Error is assigned on refusal of instruction to the general effect that the jury might consider the exasperation caused by the loss of the money as one of the circumstances in deciding the question as to the effect of the facts upon the mind of an ordinarily prudent man. The instruction requested was the same approved by this court in Spear v. Hiles, 67 Wis. 361, 30 N. W. 511, and, on the authority of that case, should have been given. Whether its refusal of itself would necessitate reversal, we need not decide, as that result is inevitable on other grounds.
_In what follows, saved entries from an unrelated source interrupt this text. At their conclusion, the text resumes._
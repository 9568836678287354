using System.Text;
using Google.Protobuf;
using Google.Rpc;
using Grpc.Core;
using Grpc.Health.V1;
using Microsoft.Data.Sqlite;
using TopicGroups.Protos.V1;
using Xunit;
using Xunit.Abstractions;

namespace TopicGroups.Server.Tests.Validation;

/// <summary>
/// The server of the bad-input catalogue (docs/bad-input.md): saved groupings in a SQLite file of its own,
/// text embedding off (so a texts-only batch is refused without loading a model), and a 64 KiB message limit.
/// </summary>
public sealed class CatalogueHost : TestHost, IDisposable
{
    public CatalogueHost()
        : this(Directory.CreateTempSubdirectory("topicgroups-catalogue-").FullName)
    {
    }

    private CatalogueHost(string folder)
        : base(new Dictionary<string, string?>
        {
            ["TopicGroups:Storage:SqlitePath"] = Path.Combine(folder, "groupings.db"),
            ["TopicGroups:Embedding:Enabled"] = "false",
            ["TopicGroups:Limits:MaxMessageBytes"] = "65536",
        })
    {
        Folder = folder;
    }

    public string Folder { get; }

    public new void Dispose()
    {
        base.Dispose();
        SqliteConnection.ClearAllPools();
        Directory.Delete(Folder, recursive: true);
    }
}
Plaintiff was permitted, over objection and exception, to introduce a letter from the employment agent, Richards, as an admission that he, as such agent, hired six teams from Devereux & Small. The letter was written some two or three weeks after Richards had fully executed and completed his agency to hire teams for defendant. The admission of such *616evidence was clearly erroneous. Stone v. N. W. Sleigh Co. 70 Wis. 585, 36 N. W. 248; Heddles v. C. & N. W. R. Co. 74 Wis. 239, 252, 42 N. W. 237.

Error is assigned upon rejection of evidence from the mouth of the district attorney’s assistant of statements made to him by the district attorney that he deemed the prosecution proper. We are at a loss to understand the theory on which such offer was made. Certainly an expression of opinion to any one other than defendant, except perhaps as a messenger, could he of no materiality. The district attorney’s state of mind was not significant under any of the questions in the special verdict, hut merely whether he gave such advice to defendant as to justify the latter in believing plaintiff guilty. That the attorney expressed a certain opinion to some one else was not competent evidence that he also expressed it to defendant.

None other of the assignments of error seem to demand discussion in this opinion. They relate to details of the trial not likely to be presented upon another. For the errors already designated, the judgment must be reversed. We cannot order the verdict to be corrected by substituting affirmative in place of negative answers to the questions relating to advice of counsel, and that judgment for defendant be entered upon the corrected verdict, for no motion was made to the trial court requesting such action.

By the Gourt. — Judgment reversed, and cause remanded for a new trial.